SwissBorg, a crypto wallet and exchange service, has confirmed that a major security breach allowed attackers to steal Solana (SOL) worth $41.5 million from its staking protocol.
The attack, conducted against the company's SOL Earn programme, was made possible by cybercriminals exploiting an API vulnerability.
Details of the attack
Crypto investigator ZachXBT was the first to inform the community of the ongoing theft, posting a alert message on Telegram in which it spoke of a "serious Solana hack" in progress. SwissBorg immediately responded in the same thread, alerting users that its Solana staking programme had been completely compromised.
SOL Earn Incident & SwissBorg Recovery Plan
- SwissBorg (@swissborg) September 8, 2025
A partner API was compromised, impacting our SOL Earn Program (~193k SOL, <1% of users).
👉 Rest assured, the SwissBorg app remains fully secure and all other funds in Earn programs are 100% safe.
Our recovery plan.
Immediate Actions...
"A partner API has been compromised, impacting our SOL Earn programme (~193,000 SOLs, &l;1% of users). Rest assured that the SwissBorg app remains completely secure, and all other funds in the Earn programmes are 100% protected," SwissBorg stated on X.

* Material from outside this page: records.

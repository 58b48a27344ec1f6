using System.Text;
using BenchRunner.Instruments.Capture;

namespace BenchRunner.Instruments.Tests.Capture;

public sealed class CaptureWriterReaderTests
{
    private static readonly DateTimeOffset Start = new(2025, 3, 14, 9, 30, 0, TimeSpan.Zero);

    [Fact]
    public void WriteChunk_DocumentedExample_ProducesTheTextOfTheFormatDocument()
    {
        // The example of docs/capture-format.md, byte for byte, so the document cannot drift from the writer.
        const string expected =
            "benchrunner-capture 1\n" +
            "started: 2025-03-14T09:30:00.000000Z\n" +
            "connection: memory (host end)\n" +
            "instrument: sa\n" +
            "note: PSF-24-0001 preselector, after trimming\n" +
            "\n" +
            "00000.000000 ! opened\n" +
            "00000.001000 > *IDN?\\n\n" +
            "00000.012500 < Workshop,PSF-Sim,PSF-24-0001,0.1\\r\\n\n" +
            "00000.020000 > FREQ:CENT 137.5MHZ;SPAN 3MHZ\\n\n" +
            "00000.020150 > TRAC:DATA?\\n\n" +
            "00000.052000 <b IzE0AAH/gAo=\n" +
            "00000.052100 < rdy>\\x20\n" +
            "00001.000000 ! closed\n";

        var stream = new MemoryStream();
        using (var writer = new CaptureWriter(stream, new CaptureHeader(Start, "memory (host end)", "sa", "PSF-24-0001 preselector, after trimming"), leaveOpen: true))
        {
            writer.WriteEvent(TimeSpan.Zero, "opened");
            writer.WriteChunk(Ms(1), CaptureDirection.HostToDevice, "*IDN?\n"u8);
            writer.WriteChunk(Ms(12.5), CaptureDirection.DeviceToHost, "Workshop,PSF-Sim,PSF-24-0001,0.1\r\n"u8);
            writer.WriteChunk(Ms(20), CaptureDirection.HostToDevice, "FREQ:CENT 137.5MHZ;SPAN 3MHZ\n"u8);
            writer.WriteChunk(Ms(20.15), CaptureDirection.HostToDevice, "TRAC:DATA?\n"u8);
            writer.WriteChunk(Ms(52), CaptureDirection.DeviceToHost, [(byte)'#', (byte)'1', (byte)'4', 0x00, 0x01, 0xFF, 0x80, (byte)'\n']);
            writer.WriteChunk(Ms(52.1), CaptureDirection.DeviceToHost, "rdy> "u8);
            writer.WriteEvent(TimeSpan.FromSeconds(1), "closed");
        }

        Assert.Equal(expected, Encoding.ASCII.GetString(stream.ToArray()));
    }

    [Fact]
    public void Parse_DocumentedExample_GivesHeaderChunksAndEvents()
    {
        var session = CaptureText.Parse(
            "benchrunner-capture 1\n" +
            "started: 2025-03-14T09:30:00.000000Z\n" +
            "connection: memory (host end)\n" +
            "instrument: sa\n" +
            "note: PSF-24-0001 preselector, after trimming\n" +
            "\n" +
            "00000.000000 ! opened\n" +
            "00000.001000 > *IDN?\\n\n" +
            "00000.052000 <b IzE0AAH/gAo=\n" +
            "00000.052100 < rdy>\\x20\n");

        Assert.Equal(1, session.Header.FormatVersion);
        Assert.Equal(Start, session.Header.StartedUtc);
        Assert.Equal("memory (host end)", session.Header.Connection);
        Assert.Equal("sa", session.Header.Instrument);
        Assert.Equal("PSF-24-0001 preselector, after trimming", session.Header.Note);
        Assert.Equal("opened", Assert.Single(session.Events).Text);
        Assert.Equal(3, session.Chunks.Count);
        Assert.Equal("*IDN?\n", CaptureText.Latin1(session.Chunks[0].Data));
        Assert.Equal(8, session.Chunks[0].Line);
        Assert.Equal(new byte[] { (byte)'#', (byte)'1', (byte)'4', 0x00, 0x01, 0xFF, 0x80, (byte)'\n' }, session.Chunks[1].Data.ToArray());
        Assert.Equal(CaptureDirection.DeviceToHost, session.Chunks[1].Direction);
        Assert.Equal(Ms(52), session.Chunks[1].Offset);
        Assert.Equal("rdy> ", CaptureText.Latin1(session.Chunks[2].Data));
        Assert.Null(session.IncompleteLine);
    }

    [Fact]
    public void WriteThenParse_SeededRandomChunks_RoundTripExactly()
    {
        var random = new Random(20250314);
        var chunks = new List<CaptureChunk>();
        long micros = 0;
        for (int i = 0; i < 400; i++)
        {
            micros += random.Next(0, 3) == 0 ? 0 : random.Next(1, 5_000_000);
            var direction = random.Next(2) == 0 ? CaptureDirection.HostToDevice : CaptureDirection.DeviceToHost;
            chunks.Add(new CaptureChunk(TimeSpan.FromMicroseconds(micros), direction, RandomBytes(random)));
        }

        var header = new CaptureHeader(Start, "serial\tport \\ \"x\" \u00b5", "vna", "trailing space ", [new("fixture-id", "PSF-24-0001")]);
        var text = Write(header, writer =>
        {
            foreach (var chunk in chunks)
            {
                writer.WriteChunk(chunk.Offset, chunk.Direction, chunk.Data.Span);
            }
        });

        var session = CaptureText.Parse(text);

        Assert.Equal(header.Connection, session.Header.Connection);
        Assert.Equal(header.Note, session.Header.Note);
        Assert.Equal(header.Extra, session.Header.Extra);
        Assert.Equal(chunks.Count, session.Chunks.Count);
        for (int i = 0; i < chunks.Count; i++)
        {
            Assert.Equal(chunks[i].Offset, session.Chunks[i].Offset);
            Assert.Equal(chunks[i].Direction, session.Chunks[i].Direction);
            Assert.Equal(chunks[i].Data.ToArray(), session.Chunks[i].Data.ToArray());
            Assert.Equal(8 + i, session.Chunks[i].Line);
        }

        Assert.True(text.All(c => c is '\n' or (>= ' ' and <= '~')), "a capture is printable ASCII and LF only");
        Assert.Contains(" <b ", text);
        Assert.Contains(" > ", text);
    }

    [Fact]
    public void Escaping_AllByteValues_RoundTripInBothEncodings()
    {
        var all = Enumerable.Range(0, 256).Select(b => (byte)b).ToArray();

        var escaped = CaptureEscaping.Escape(all);
        var base64 = Convert.ToBase64String(all);

        Assert.Equal(all, CaptureEscaping.TryUnescape(escaped, 0, out _, out _));
        Assert.Equal(all, CaptureEscaping.TryDecodeBase64(base64, 0, out _, out _));
        Assert.True(CaptureEscaping.PreferBase64(all));
        Assert.Equal(escaped.Length, CaptureEscaping.EscapedLength(all));
    }

    [Theory]
    [InlineData("*IDN?\n", "*IDN?\\n")]
    [InlineData("rdy> ", "rdy>\\x20")]
    [InlineData(" a ", " a\\x20")]
    [InlineData("a\\b", "a\\\\b")]
    [InlineData("\u0006", "\\x06")]
    [InlineData("\r\n\t", "\\r\\n\\t")]
    [InlineData("\u00b5\u007f", "\\xB5\\x7F")]
    public void Escape_DocumentedRules_GiveTheDocumentedText(string latin1, string expected)
    {
        var bytes = Encoding.Latin1.GetBytes(latin1);

        Assert.Equal(expected, CaptureEscaping.Escape(bytes));
        Assert.Equal(bytes, CaptureEscaping.TryUnescape(expected, 0, out _, out _));
    }

    [Fact]
    public void Parse_LowerCaseHexEscape_IsAccepted()
    {
        var session = CaptureText.Body("00000.000001 < \\xb5\\xfe");

        Assert.Equal(new byte[] { 0xB5, 0xFE }, session.Chunks[0].Data.ToArray());
    }

    [Fact]
    public void Parse_CommentsBlankLinesAndCrLf_AreAccepted()
    {
        var session = CaptureText.Parse(CaptureText.Header.Replace("\n", "\r\n") + "# trimmed by hand\r\n\r\n00000.000001 > A\\r\r\n");

        Assert.Equal("A\r", CaptureText.Latin1(Assert.Single(session.Chunks).Data));
    }

    [Fact]
    public void Parse_LastLineWithoutLineEnd_IsLeftOutAndReported()
    {
        var session = CaptureText.Parse(CaptureText.Header + "00000.000001 > *IDN?\\n\n00000.000002 < Works");

        Assert.Single(session.Chunks);
        Assert.Equal(6, session.IncompleteLine);
    }

    [Fact]
    public void WriteChunk_EachChunk_IsFlushedBeforeItReturns()
    {
        var file = new MemoryStream();
        var buffered = new BufferedStream(file, 1 << 16);
        using var writer = new CaptureWriter(buffered, new CaptureHeader(Start, "memory"));

        writer.WriteChunk(Ms(1), CaptureDirection.HostToDevice, "*IDN?\n"u8);

        Assert.EndsWith("00000.001000 > *IDN?\\n\n", Encoding.ASCII.GetString(file.ToArray()));
    }

    [Fact]
    public void WriteChunk_EarlierOffset_IsRefused()
    {
        using var writer = new CaptureWriter(new MemoryStream(), new CaptureHeader(Start, "memory"));
        writer.WriteChunk(Ms(5), CaptureDirection.HostToDevice, "A"u8);

        Assert.Throws<ArgumentOutOfRangeException>(() => writer.WriteChunk(Ms(4), CaptureDirection.DeviceToHost, "B"u8));
        writer.WriteChunk(Ms(5), CaptureDirection.DeviceToHost, "B"u8);
        Assert.Equal(2, writer.ChunkCount);
    }

    [Fact]
    public void WriteChunk_OffsetBeyondTenDigitsOfSeconds_IsRefusedRatherThanWrittenUnreadably()
    {
        using var writer = new CaptureWriter(new MemoryStream(), new CaptureHeader(Start, "memory"));

        writer.WriteChunk(TimeSpan.FromSeconds(9_999_999_999), CaptureDirection.HostToDevice, "A"u8);
        Assert.Throws<ArgumentOutOfRangeException>(() => writer.WriteChunk(TimeSpan.FromSeconds(10_000_000_000), CaptureDirection.HostToDevice, "A"u8));
    }

    [Fact]
    public void WriteChunk_OffsetFinerThanAMicrosecond_IsTruncatedToMicroseconds()
    {
        var text = Write(new CaptureHeader(Start, "memory"), w => w.WriteChunk(TimeSpan.FromTicks(12_345_678_9), CaptureDirection.HostToDevice, "A"u8));

        Assert.Contains("00012.345678 > A\n", text);
    }

    [Fact]
    public void Create_ExistingFile_IsNotOverwrittenUnlessAsked()
    {
        var path = Path.Combine(Path.GetTempPath(), $"capture-{Guid.NewGuid():N}.cap");
        try
        {
            File.WriteAllText(path, "keep");
            var header = new CaptureHeader(Start, "memory");

            Assert.Throws<IOException>(() => CaptureWriter.Create(path, header));
            Assert.Equal("keep", File.ReadAllText(path));

            using (var writer = CaptureWriter.Create(path, header, overwrite: true))
            {
                writer.WriteChunk(Ms(1), CaptureDirection.HostToDevice, "*IDN?\n"u8);
            }

            Assert.Equal("*IDN?\n", CaptureText.Latin1(Assert.Single(CaptureReader.Read(path).Chunks).Data));
        }
        finally
        {
            File.Delete(path);
        }
    }

    [Fact]
    public void Exchanges_CommandsAndReplies_AreJoinedAcrossChunks()
    {
        var session = CaptureText.Body(
            "00000.000000 < rdy>\\x20",
            "00000.001000 > FREQ:CENT?",
            "00000.001000 > \\n",
            "00000.003000 < 1375",
            "00000.004000 < 00000\\n",
            "00000.005000 > OUTP ON\\n");

        var exchanges = session.Exchanges();

        Assert.Equal(3, exchanges.Count);
        Assert.Null(exchanges[0].Command);
        Assert.Equal("rdy> ", CaptureText.Latin1(exchanges[0].Reply!.Data));
        Assert.Equal("FREQ:CENT?\n", CaptureText.Latin1(exchanges[1].Command!.Data));
        Assert.Equal("137500000\n", CaptureText.Latin1(exchanges[1].Reply!.Data));
        Assert.Equal(2, exchanges[1].Reply!.ChunkCount);
        Assert.Equal(Ms(2), exchanges[1].ReplyDelay);
        Assert.Equal("> OUTP ON\\n", exchanges[2].ToString());
        Assert.Null(exchanges[2].Reply);
        Assert.Equal(4, session.Messages().Count);
    }

    private static TimeSpan Ms(double milliseconds) => TimeSpan.FromTicks((long)Math.Round(milliseconds * TimeSpan.TicksPerMillisecond));

    private static string Write(CaptureHeader header, Action<CaptureWriter> body)
    {
        var stream = new MemoryStream();
        using (var writer = new CaptureWriter(stream, header, leaveOpen: true))
        {
            body(writer);
        }

        return Encoding.ASCII.GetString(stream.ToArray());
    }

    private static byte[] RandomBytes(Random random)
    {
        var length = random.Next(1, 300);
        var bytes = new byte[length];
        switch (random.Next(4))
        {
            case 0:
                random.NextBytes(bytes);
                break;
            case 1:
                const string text = "ABCDEFGHIJKLMNOPQRSTUVWXYZ0123456789 :;,.?*#\\\r\n\t";
                for (int i = 0; i < length; i++) bytes[i] = (byte)text[random.Next(text.Length)];
                break;
            case 2:
                for (int i = 0; i < length; i++) bytes[i] = (byte)(random.Next(4) == 0 ? random.Next(256) : random.Next(0x20, 0x7F));
                break;
            default:
                for (int i = 0; i < length; i++) bytes[i] = (byte)" \\x"[random.Next(3)];
                break;
        }

        return bytes;
    }
}
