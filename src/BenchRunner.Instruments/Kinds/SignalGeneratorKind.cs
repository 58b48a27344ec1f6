using BenchRunner.Instruments.Capabilities;
using BenchRunner.Instruments.Profiles;
using BenchRunner.Instruments.Resilience;
using BenchRunner.Instruments.Scpi;

namespace BenchRunner.Instruments.Kinds;

/// <summary>A signal generator: a CW carrier at a frequency and level, switched on or off. It has an RF output (bounded by max-output-level) and no input.</summary>
internal sealed class SignalGeneratorKind() : InstrumentKind("signal-generator", "signal generator", typeof(ISignalGenerator), hasProtectedInput: false, hasOutput: true)
{
    public static SignalGeneratorKind Instance { get; } = new();

    protected override object CreateResilient(ResilientInstrument owner) => new ResilientSignalGenerator(owner);

    protected override object? ReadProfileSection(ProfileSectionReader reader) => CapabilitySectionReader.ReadSignalGenerator(reader);

    protected override object CreateProfileCapability(ProfileChannel channel, object section) =>
        new ProfileSignalGenerator(channel.Session, (SignalGeneratorCommands)section);

    protected override IScpiCommandSection DefaultScpiSection() => new ScpiGeneratorCommands();

    protected override IScpiCommandSection ReadScpiSection(ScpiSectionReader reader) => reader.Reader.ReadGenerator(reader);

    protected override object CreateScpiCapability(ScpiInstrument instrument, IScpiCommandSection section) =>
        new ScpiSignalGenerator(instrument, (ScpiGeneratorCommands)section);
}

Subsequently, the company confirmed that the hack only affected the SOL Earn programme. Nevertheless, the losses for the company are expected to be significant, as SwissBorg has been among Solana's most vocal supporters in recent years. CEO Cyrus Fazel had even praised SOL's bullish outlook in an interview in 2024.
On-chain data from Arkham Intelligence indicate that SwissBorg held $72.6 million in Solana prior to the attack. If confirmed, the hackers would have been able to drain well over half of the company's total SOL reserves. The SOL Earn programme accounted for about 1% of the user base before the attack, so it is not yet clear to what extent the incident impacted the platform as a whole. However, a loss of this magnitude will inevitably affect the company's treasury.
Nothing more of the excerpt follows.